One of the standout features of the MSP50C614 is its ultra-low power technology, which enables it to operate in various power modes. This makes it ideal for battery-powered applications, where energy efficiency is crucial. The MSP430 architecture allows for a flexible power management system, ensuring that energy is conserved while providing robust performance.

The MSP50C614 is equipped with a 16-bit RISC CPU that delivers high performance while maintaining low power usage. With a maximum clock frequency of 16 MHz, it can execute most instructions in a single cycle, resulting in swift operation and responsive performance. This microcontroller also comes with a generous flash memory capacity, allowing developers to store large amounts of code and data conveniently.

In terms of peripherals, the MSP50C614 is highly versatile. It features a range of digital and analog input/output options, including multiple timers, GPIO ports, and various communication interfaces like UART, SPI, and I2C. This extensive set of peripherals allows for seamless integration with other components and simplifies the design of complex systems.

The integrated 12-bit Analog-to-Digital Converter (ADC) stands out as a valuable characteristic of the MSP50C614. This feature enables the microcontroller to convert physical analog signals into digital data, making it particularly useful for sensing applications and real-time monitoring.

Another noteworthy technology employed in the MSP50C614 is its support for low-voltage operations.

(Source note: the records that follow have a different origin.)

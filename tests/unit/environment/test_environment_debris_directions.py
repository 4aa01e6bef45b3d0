"""Unit tests of pockmark.environment.debris_directions: circular-orbit crossing geometry.

Independent oracles used here:

* explicit 3-D construction of two circular orbits and their crossing points;
* the latitude integral of Kessler's spatial-density method (Icarus 48:39–48, 1981), evaluated
  by brute force, which the module evaluates in node-difference form;
* a closed form for a single family at the spacecraft's own inclination, derived for these
  tests: ⟨V⟩ = 2 v_c asinh(|tan i|) / K(sin² i).
"""

import numpy as np
import pytest
from scipy import special

import pockmark.environment.debris_directions as dd
from pockmark.environment.debris_directions import (
    DEFAULT_DEBRIS_POPULATION,
    debris_direction_distribution,
    mean_collision_speed,
)
from pockmark.environment.orbit import circular_speed
from pockmark.errors import InputError

V_C = circular_speed(400.0)


def _plane_normal(inclination, node):
    i, o = np.radians(inclination), np.radians(node)
    return np.array([np.sin(o) * np.sin(i), -np.cos(o) * np.sin(i), np.cos(i)])


@pytest.mark.parametrize(
    "i_s, i_d, node",
    [(51.6, 28.5, 40.0), (51.6, 98.0, 170.0), (28.5, 82.0, 300.0), (90.0, 65.0, 10.0)],
)
def test_crossing_geometry_in_three_dimensions(i_s, i_d, node):
    """V = 2 v_c cos α, horizontal, from the front, one crossing from each side."""
    h_s, h_d = _plane_normal(i_s, 0.0), _plane_normal(i_d, node)
    line = np.cross(h_s, h_d)
    line /= np.linalg.norm(line)
    cos_theta = np.cos(np.radians(i_s)) * np.cos(np.radians(i_d)) + np.sin(
        np.radians(i_s)
    ) * np.sin(np.radians(i_d)) * np.cos(np.radians(node))
    sides = []
    for p in (line, -line):
        v_s, v_d = V_C * np.cross(h_s, p), V_C * np.cross(h_d, p)
        x, z = v_s / V_C, p
        y = np.cross(z, x)
        u = (v_s - v_d) / np.linalg.norm(v_s - v_d)  # toward where the debris comes from
        speed = np.linalg.norm(v_s - v_d)
        alpha = np.arctan2(u @ y, u @ x)
        assert u @ z == pytest.approx(0.0, abs=1e-12)
        assert u @ x >= 0.0
        assert speed == pytest.approx(2 * V_C * np.cos(alpha), rel=1e-12)
        # the crossing angle follows from the node difference as used by the module
        assert np.dot(v_s, v_d) / V_C**2 == pytest.approx(cos_theta, abs=1e-12)
        assert abs(alpha) == pytest.approx(np.pi / 2 - np.arccos(cos_theta) / 2, abs=1e-12)
        sides.append(np.sign(alpha))
    assert sides[0] == -sides[1]


def _latitude_oracle(i_s, i_d, edges, n=400_000):
    """Kessler's latitude integral, brute force: (|α| histogram, mean speed) for point families."""
    s, d = np.sin(np.radians(i_s)), np.sin(np.radians(i_d))
    low, high = min(s, d), max(s, d)
    u = (np.arange(n) + 0.5) / n * np.pi / 2
    x = low * np.sin(u)  # sin φ; dx/√((s²-x²)(d²-x²)) = du/√(high² - x²)
    jac = 1.0 / np.sqrt(high**2 - x**2)
    cos_phi = np.sqrt(1 - x**2)
    a_s = np.arcsin(np.clip(np.cos(np.radians(i_s)) / cos_phi, -1, 1))
    a_d = np.arcsin(np.clip(np.cos(np.radians(i_d)) / cos_phi, -1, 1))
    # same-branch and opposite-branch crossings, each half of the pairs
    speeds = np.concatenate(
        (2 * V_C * np.abs(np.sin((a_d - a_s) / 2)), 2 * V_C * np.abs(np.cos((a_d + a_s) / 2)))
    )
    rate = np.concatenate((jac, jac)) * speeds
    alpha = np.degrees(np.arccos(np.clip(speeds / (2 * V_C), 0, 1)))
    hist, _ = np.histogram(alpha, bins=edges, weights=rate)
    return hist / hist.sum(), float(rate @ speeds / rate.sum())


@pytest.mark.parametrize(
    "i_s, i_d", [(51.6, 28.5), (51.6, 82.0), (28.5, 98.0), (90.0, 65.0), (98.0, 74.0), (0.0, 41.0)]
)
def test_matches_latitude_integral(i_s, i_d):
    nbins = 36
    azimuths, speeds, weights = debris_direction_distribution(400.0, i_s, nbins, [(i_d, 1.0)])
    half = weights[nbins // 2 :] * 2
    hist, mean = _latitude_oracle(i_s, i_d, np.linspace(0, 90, nbins // 2 + 1))
    assert weights @ speeds == pytest.approx(mean, rel=1e-6)
    np.testing.assert_allclose(half, hist, atol=2e-4)


@pytest.mark.parametrize("inclination", [10.0, 28.5, 51.6, 82.0, 98.0, 150.0])
def test_same_inclination_family_closed_form(inclination):
    i = np.radians(inclination)
    expected = 2 * V_C * np.arcsinh(abs(np.tan(i))) / special.ellipk(np.sin(i) ** 2)
    population = [(inclination, 1.0, 0.0)]
    assert mean_collision_speed(400.0, inclination, population) == pytest.approx(expected, rel=1e-9)


@pytest.mark.parametrize("inclination", [28.5, 51.6, 120.0])
def test_same_inclination_family_support_and_symmetry(inclination):
    """Same-inclination orbits cross only where one ascends and the other descends.

    The heading difference is then at most 2·min(i, 180° - i), reached at the equator, so
    V <= 2 v_c sin i and |α| >= 90° - min(i, 180° - i).
    """
    nbins = 90
    azimuths, speeds, weights = debris_direction_distribution(
        400.0, inclination, nbins, [(inclination, 1.0)]
    )
    edges = np.linspace(-90, 90, nbins + 1)
    reach = min(inclination, 180 - inclination)
    inner = (edges[1:] <= 90 - reach) & (edges[:-1] >= -(90 - reach))
    # Exactly zero, except that at 120° the support limit |α| = 30° falls on a bin edge, where
    # the rounding of sin 180° (1e-16) leaves a square-root-amplified sliver of ~1e-8.
    assert np.all(weights[inner] <= 1e-7)
    assert np.all(speeds[weights > 0] <= 2 * V_C * np.sin(np.radians(reach)) + 1e-12)
    np.testing.assert_array_equal(weights, weights[::-1])
    np.testing.assert_array_equal(speeds, speeds[::-1])
    np.testing.assert_array_equal(azimuths, -azimuths[::-1])


@pytest.mark.parametrize("inclination", [0.0, 28.5, 51.6, 90.0, 98.0, 140.0, 180.0])
@pytest.mark.parametrize("nbins", [2, 36, 90])
def test_distribution_invariants(inclination, nbins):
    azimuths, speeds, weights = debris_direction_distribution(400.0, inclination, nbins)
    assert azimuths.shape == speeds.shape == weights.shape == (nbins,)
    assert weights.sum() == pytest.approx(1.0, abs=1e-12)
    assert np.all(weights >= 0)
    assert np.all((speeds >= 0) & (speeds <= 2 * V_C))
    edges = np.linspace(-90, 90, nbins + 1)
    assert np.all((azimuths >= edges[:-1] - 1e-9) & (azimuths <= edges[1:] + 1e-9))
    np.testing.assert_allclose(speeds, 2 * V_C * np.cos(np.radians(azimuths)), rtol=1e-12)
    np.testing.assert_array_equal(weights, weights[::-1])


def test_mean_independent_of_binning():
    means = [
        float(np.dot(*debris_direction_distribution(400.0, 51.6, n)[1:])) for n in (2, 10, 90, 360)
    ]
    np.testing.assert_allclose(means, means[0], rtol=1e-7)


def test_equatorial_spacecraft_single_crossing_angle():
    # i_s = 0: every crossing is at the equator with crossing angle θ = i_d, so all of the rate
    # sits at |α| = 90° - i_d/2 and V = 2 v_c sin(i_d/2).
    azimuths, speeds, weights = debris_direction_distribution(400.0, 0.0, 90, [(30.0, 1.0)])
    occupied = weights > 0
    np.testing.assert_allclose(np.abs(azimuths[occupied]), 75.0, atol=1e-9)
    np.testing.assert_allclose(speeds[occupied], 2 * V_C * np.sin(np.radians(15.0)), rtol=1e-12)


def test_band_quadrature_converged_near_coplanar_counter_rotation(monkeypatch):
    # spacecraft at 98° and a family 82° ± 1°: the rate has a log singularity at i_d = 82°.
    population = [(82.0, 1.0, 1.0)]
    coarse = mean_collision_speed(400.0, 98.0, population)
    monkeypatch.setattr(dd, "_BAND_NODES", 96)
    fine = mean_collision_speed(400.0, 98.0, population)
    assert coarse == pytest.approx(fine, rel=1e-3)


def test_population_forms_and_normalisation():
    a = debris_direction_distribution(400.0, 51.6, 36, [(28.5, 1.0), (82.0, 3.0)])
    b = debris_direction_distribution(400.0, 51.6, 36, [(28.5, 10.0, 0.0), (82.0, 30.0, 0.0)])
    for x, y in zip(a, b, strict=True):
        np.testing.assert_allclose(x, y, rtol=1e-13)
    # a zero-weight family changes nothing
    c = debris_direction_distribution(400.0, 51.6, 36, [(28.5, 1.0), (82.0, 3.0), (65.0, 0.0)])
    for x, y in zip(a, c, strict=True):
        np.testing.assert_allclose(x, y, rtol=1e-13)


def test_default_population_documented_shape():
    table = np.array(DEFAULT_DEBRIS_POPULATION)
    assert table.shape[1] == 3 and np.all(table[:, 1] > 0) and np.all(table[:, 2] > 0)
    assert table[:, 1].sum() == pytest.approx(1.0)


def test_singular_point_family_raises_with_fix():
    with pytest.raises(InputError, match="half_width > 0"):
        mean_collision_speed(400.0, 98.0, [(82.0, 1.0)])
    assert np.isfinite(mean_collision_speed(400.0, 98.0, [(82.0, 1.0, 0.5)]))


@pytest.mark.parametrize(
    "population, match",
    [
        ([], "at least one"),
        ([(28.5,)], "sequence of"),
        ([(28.5, 1.0, 1.0, 1.0)], "sequence of"),
        ("abc", "sequence of"),
        ([(28.5, -1.0)], "negative weight"),
        ([(28.5, 0.0)], "must not all be zero"),
        ([(190.0, 1.0)], "within \\[0, 180\\]"),
        ([(179.5, 1.0, 1.0)], "within \\[0, 180\\]"),
        ([(28.5, 1.0, -1.0)], "half_width >= 0"),
        ([(np.nan, 1.0)], "finite"),
    ],
)
def test_population_errors(population, match):
    with pytest.raises(InputError, match=match):
        debris_direction_distribution(400.0, 51.6, 90, population)


@pytest.mark.parametrize(
    "kwargs, match",
    [
        (dict(azimuth_bins=91), "even integer"),
        (dict(azimuth_bins=0), "even integer"),
        (dict(azimuth_bins=2.5), "even integer"),
        (dict(azimuth_bins=True), "even integer"),
        (dict(inclination=-1.0), "inclination"),
        (dict(inclination=180.5), "inclination"),
        (dict(altitude=0.0), "altitude"),
        (dict(altitude=[400.0, 500.0]), "scalar"),
    ],
)
def test_geometry_errors(kwargs, match):
    args = dict(altitude=400.0, inclination=51.6, azimuth_bins=90)
    args.update(kwargs)
    with pytest.raises(InputError, match=match):
        debris_direction_distribution(**args)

With a broad supply voltage range, this microcontroller can function efficiently in diverse environments and is suitable for low-power applications, enhancing its practicality.

Moreover, Texas Instruments provides software support in the form of Code Composer Studio and various libraries that make it easier for developers to program and utilize the MSP50C614 effectively.

In summary, the Texas Instruments MSP50C614 microcontroller is a powerful, low-power solution equipped with the features and technologies necessary for efficient operation in a wide array of applications. Its blend of performance, flexibility, and energy efficiency makes it a popular choice among engineers and designers looking to create innovative, sustainable designs in the rapidly evolving tech landscape.